Really. Love helps this transfiguration happen!

One of my favorite songs has this verse:

In the beauty of the lilies Christ was born across the sea,
With a glory in His bosom that transfigures you and me:
As He died to make men holy, let us die to make men free;
While God is marching on.
Glory! Glory! Hallelujah! Glory! Glory! Hallelujah!
Glory! Glory! Hallelujah! While God is marching on.

As a kid I loved the poetry, but thought: “Jesus was not born in the beauty of the lilies, but near smelly cow manure.” I was a real terror in Sunday School, but I was sort-of-right in the later-you-will-see-how-wrong-you-were way.

Jesus was born in a cave. There might have been lilies around the stable, but nobody would have picked it as the most beautiful spot in Bethlehem until He was born. Jesus cannot be born without beauty any more than He can sin.

When Jesus shows up, beauty follows. The lyrics are right. Jesus brings the decorations with Him!

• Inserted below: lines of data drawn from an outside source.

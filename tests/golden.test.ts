import { readdirSync, readFileSync } from 'node:fs';
import { expect, it } from 'vitest';
import { evaluateDay } from '#shared/schedule/evaluateDay.ts';
import { settleRun } from '#shared/schedule/settleRun.ts';
import type { DayProblem, DayTimes, Plan } from '#shared/schedule/types.ts';
import { judge } from './referee/referee.ts';

interface Golden {
  problem: DayProblem;
  plan: Plan;
  times: DayTimes;
}

const folder = new URL('./fixtures/golden/', import.meta.url);
const names = readdirSync(folder).filter((name) => name.endsWith('.json'));
const read = (name: string) => JSON.parse(readFileSync(new URL(name, folder), 'utf8')) as Golden;

/**
 * Days whose evaluation is kept to the last integer: the same files are read in Node, the browser and
 * by the referee. A change here is a new version of the evaluator and must be meant
 * (`npx tsx tests/support/writeGolden.ts` writes them anew).
 */
it.each(names)('evaluates %s as it always did', (name) => {
  const { problem, plan, times } = read(name);
  expect(evaluateDay(problem, plan)).toEqual(times);
  expect(plan.runs.map((run) => settleRun(problem, run))).toEqual(plan.runs);
});

it.each(names)('has the referee agree on %s', (name) => {
  const { problem, plan, times } = read(name);
  const verdict = judge(problem, plan);
  expect(verdict.cost.driveSeconds).toBe(times.cost.driveSeconds);
  expect(verdict.cost.waitSeconds).toBe(times.cost.waitSeconds);
  expect(verdict.broken.length === 0).toBe(times.feasible);
});

it('keeps a fresh day, one under way and one with traffic by the hour', () => {
  expect(names).toEqual(['begun.json', 'fresh.json', 'traffic.json']);
  expect(read('begun.json').problem.facts.length).toBeGreaterThan(0);
  expect(read('traffic.json').problem.drive.bands.length).toBeGreaterThan(1);
});
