import { optimise } from '#shared/optimiser/optimise.ts';
import { emptyPlan } from '#shared/schedule/emptyPlan.ts';
import { townDay } from './support/townDay.ts';
const vans=+process.argv[2]!, it=+process.argv[3]!;
const problem = townDay(1, vans, 8);
const c0=process.cpuUsage();
const r = optimise(problem, emptyPlan(problem), { seed: +(process.argv[4]??1), iterations: it });
const c=process.cpuUsage(c0);
console.log(vans, r.times.totalCost, r.plan.notPlaced.length, it/((c.user+c.system)/1e6)|0, 'it/cpu-s', (c.user+c.system)/1e6, JSON.stringify(r.times.cost));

The verse is about transfiguration and how death, even our death, can be transfigured to something beautiful and good if it does so to make men free. The helpful souls who change the verse to “let us live to make men free” miss the point, just as I missed the point when I wanted the lilies to be cow dung. Jesus made the stable, that cave of animals, sweet. He is the Lily of the Valley, the great Love, come to earth and He transfigured the dank stable to beauty.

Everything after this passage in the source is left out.